合言葉は「男前」。世界最高の走りを目標に開発

 2011年からの第9世代が日本未発売だったこともあり、久しぶりの新型登場となったシビック。ホンダはこの新型を開発するにあたり、小型乗用車の花形であるCセグメントトップクラスの「操る喜び」を提供することを目指した。実用的なだけでなく、運転して楽しいクルマをつくることがホンダらしさであり、ユーザーに求められているという判断だ。そこで、新グローバルプラットフォームを軸に、ラインアップを構成する3つのモデルを同時に開発することでシリーズ全体でのポテンシャルアップを図っている。そのラインアップとは、「セダン」、「5ドアハッチバック」、そして「タイプR」。そう、クラス最速の達成をタスクとして背負わされるタイプRを標準モデルと同時開発、同時発売とした。

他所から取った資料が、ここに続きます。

import { afterAll, beforeAll, describe, expect, it } from 'vitest';
import type { AppInstance } from '../../server/app';
import { Listing } from '../../server/features/listings/listing.entity';
import type { User } from '../../server/features/users/user.entity';
import { buildUser } from '../support/factories';
import { TOWNS, buildListedListing, moduleBody, serviceBody } from '../support/listing-factories';
import { wholeQueue } from '../support/moderation-queue';
import { signedInAs } from '../support/sessions';
import { startTestApp } from '../support/test-app';

let app: AppInstance;
let seller: User;
let moderator: User;
beforeAll(async () => {
  app = await startTestApp();
  seller = await buildUser(app.ctx.dataSource);
  moderator = await buildUser(app.ctx.dataSource, { role: 'moderator' });
});
afterAll(() => app.close());

describe('POST /api/listings field checks', () => {
  it('answers 422 naming state and ownerId when a seller tries to set them', async () => {
    const res = await (
      await signedInAs(app, seller)
    )
      .post('/api/listings')
      .send({ ...moduleBody(), state: 'listed', ownerId: 1 });
    expect(res.status).toBe(422);
    expect(res.body.error.fields).toEqual({
      state: 'This field is not accepted here.',
      ownerId: 'This field is not accepted here.',
    });
  });

  it('answers 422 naming priceMinor when the price is zero or negative', async () => {
    const agent = await signedInAs(app, seller);
    for (const priceMinor of [0, -1]) {
      const res = await agent.post('/api/listings').send(moduleBody({ priceMinor }));
      expect(res.status).toBe(422);
      expect(Object.keys(res.body.error.fields)).toEqual(['priceMinor']);
      expect(res.body.error.fields.priceMinor).toMatch(/more than zero/);
    }
  });

  it('answers 422 naming the nested field that is wrong', async () => {
    const body = moduleBody();
    const res = await (
      await signedInAs(app, seller)
    )
      .post('/api/listings')
      .send({ ...body, construction: { ...body.construction, crossMemberSpacingMm: 5000 } });
    expect(res.status).toBe(422);
    expect(res.body.error.fields).toEqual({
      'construction.crossMemberSpacingMm': 'The cross-member spacing must be at most 1000 mm.',
    });
  });

  it('answers 422 naming townId for a town not in the gazetteer', async () => {
    const res = await (await signedInAs(app, seller)).post('/api/listings').send(moduleBody({ townId: 999_999_999 }));
    expect(res.status).toBe(422);
    expect(res.body.error.fields.townId).toMatch(/nearest town/);
  });

  it('answers 422 when the approximate position is far from the chosen town', async () => {
    const res = await (
      await signedInAs(app, seller)
    )
      .post('/api/listings')
      .send(moduleBody({ townId: TOWNS.crewe, position: { lat: 51.5, lon: -0.12 } }));
    expect(res.status).toBe(422);
    expect(res.body.error.fields.position).toMatch(/km from Crewe/);
  });

  it('stores an approximate position rounded to about a kilometre', async () => {
    const res = await (
      await signedInAs(app, seller)
    )
      .post('/api/listings')
      .send(moduleBody({ townId: TOWNS.crewe, position: { lat: 53.112345, lon: -2.456789 } }));
    expect(res.status).toBe(201);
    expect(res.body.listing.position).toEqual({ lat: 53.11, lon: -2.46 });
  });

  it('keeps the description as the plain text it was given', async () => {
    const description = 'Scenic module <script>alert(1)</script> with a **hidden** fiddle yard below the deck.';
    const res = await (await signedInAs(app, seller)).post('/api/listings').send(moduleBody({ description }));
    expect(res.status).toBe(201);
    expect(res.body.listing.description).toBe(description);
  });
});

describe('PUT /api/listings/:id on a listed module', () => {
  const edits: [string, Partial<ReturnType<typeof moduleBody>>][] = [
    ['price', { priceMinor: 15_000 }],
    ['description', { description: 'Price reduced for a quick sale; otherwise as before, frame square and true.' }],
  ];
  for (const [what, change] of edits) {
    it(`sends it back to review when the ${what} changes`, async () => {
      const listing = await buildListedListing(app.ctx, seller, moderator);
      const res = await (await signedInAs(app, seller)).put(`/api/listings/${listing.id}`).send(moduleBody(change));
      expect(res.status).toBe(200);
      expect(res.body.listing.state).toBe('awaiting_review');
      const queue = await wholeQueue(await signedInAs(app, moderator));
      expect(queue.some((i) => i.listing.id === listing.id)).toBe(true);
    });
  }

  it('keeps it listed when only the weight or handling changes', async () => {
    const listing = await buildListedListing(app.ctx, seller, moderator);
    const res = await (await signedInAs(app, seller)).put(`/api/listings/${listing.id}`).send(
      moduleBody({
        weightKg: 11,
        handling: { collection: true, delivery: null, courier: 'pallet', courierPriceMinor: 6_800 },
      }),
    );
    expect(res.status).toBe(200);
    expect(res.body.listing).toMatchObject({ state: 'listed', module: { weightKg: 11 } });
    const stored = await app.ctx.dataSource.getRepository(Listing).findOneByOrFail({ id: listing.id });
    expect(stored).toMatchObject({ weightG: 11_000, courier: 'pallet' });
  });

  it('refuses to turn a module into a service', async () => {
    const listing = await buildListedListing(app.ctx, seller, moderator);
    const res = await (await signedInAs(app, seller)).put(`/api/listings/${listing.id}`).send(serviceBody());
    expect(res.status).toBe(422);
    expect(res.body.error.fields.kind).toMatch(/kind cannot change/);
  });
});
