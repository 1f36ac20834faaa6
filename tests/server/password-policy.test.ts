import { describe, expect, it } from 'vitest';
import { DEMO_ACCOUNTS } from '../../server/db/seeds/demo-accounts';
import { passwordProblem } from '../../server/features/auth/password-policy';
import { signUpSchema } from '../../shared/schemas/auth';

const someone = { email: 'owen.pellby@example.test', displayName: 'Owen Pellby' };

/** NIST SP 800-63B §3.1.1.2: compare new passwords with commonly used ones and context-specific words. */
describe('passwordProblem', () => {
  it.each(['password', 'qwertyuiop', 'iloveyou'])('refuses the common password "%s"', (pw) => {
    expect(passwordProblem(pw, someone)).toMatch(/most commonly used/);
  });

  it.each(['qwertyuiop123', '1234password!!', 'dragondragondragon', 'abcabcabcabc'])(
    'refuses "%s", a common password padded or repeated',
    (pw) => {
      expect(passwordProblem(pw, someone)).toMatch(/most commonly used/);
    },
  );

  it('refuses a password containing the name, the address or the site name', () => {
    expect(passwordProblem('owenpellby-layout', someone)).toMatch(/must not contain/);
    expect(passwordProblem('my owen.pellby secret', someone)).toMatch(/must not contain/);
    expect(passwordProblem('benchwright-rules-ok', someone)).toMatch(/must not contain/);
  });

  it('accepts a passphrase of unrelated words', () => {
    expect(passwordProblem('kettle-gradient-orchard', someone)).toBeNull();
  });

  it('accepts every demo account password, so the seed always works', () => {
    for (const a of DEMO_ACCOUNTS) {
      expect(signUpSchema.safeParse({ email: a.email, displayName: a.displayName, password: a.password }).success).toBe(
        true,
      );
      expect(passwordProblem(a.password, a)).toBeNull();
    }
  });
});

これは歴代タイプRで初の試みとなるが、そのねらいはタイプRとしてより高みを望むために、標準車の基礎から鍛え上げることにある。結果として、タイプRだけでなくセダンとハッチバックの走りも高レベルになったとホンダは胸を張る。
 なお、開発を担当したのはホンダの栃木研究所で、チームは各々の考え方を統一するために、「男前(おとこまえ)」というキーワードを共有。これは歌舞伎に由来し、動きのいい役者が高く評価されたことから生まれた言葉だ。判断に迷った際には、それが「男前」なクルマにつながるかどうかに立ち返って考えたのだとか。

スポーティテイストでまとめられたハッチバック

 では、そんなシビックがどんな走りを見せたのか。今回試乗することができたのは、ハッチバックとセダン。エンジンは1.5L VTECターボで、ともに前輪を駆動するFF車だが、ハッチバックにはパドルシフト付きCVTに加えて6速MTも用意される。販売面ではニッチなMTではあるが、開発陣を中心に「走りのよさを売りにするシビックだからこそMTを!」という声が高まり実現した。まさに男前なエピソードである。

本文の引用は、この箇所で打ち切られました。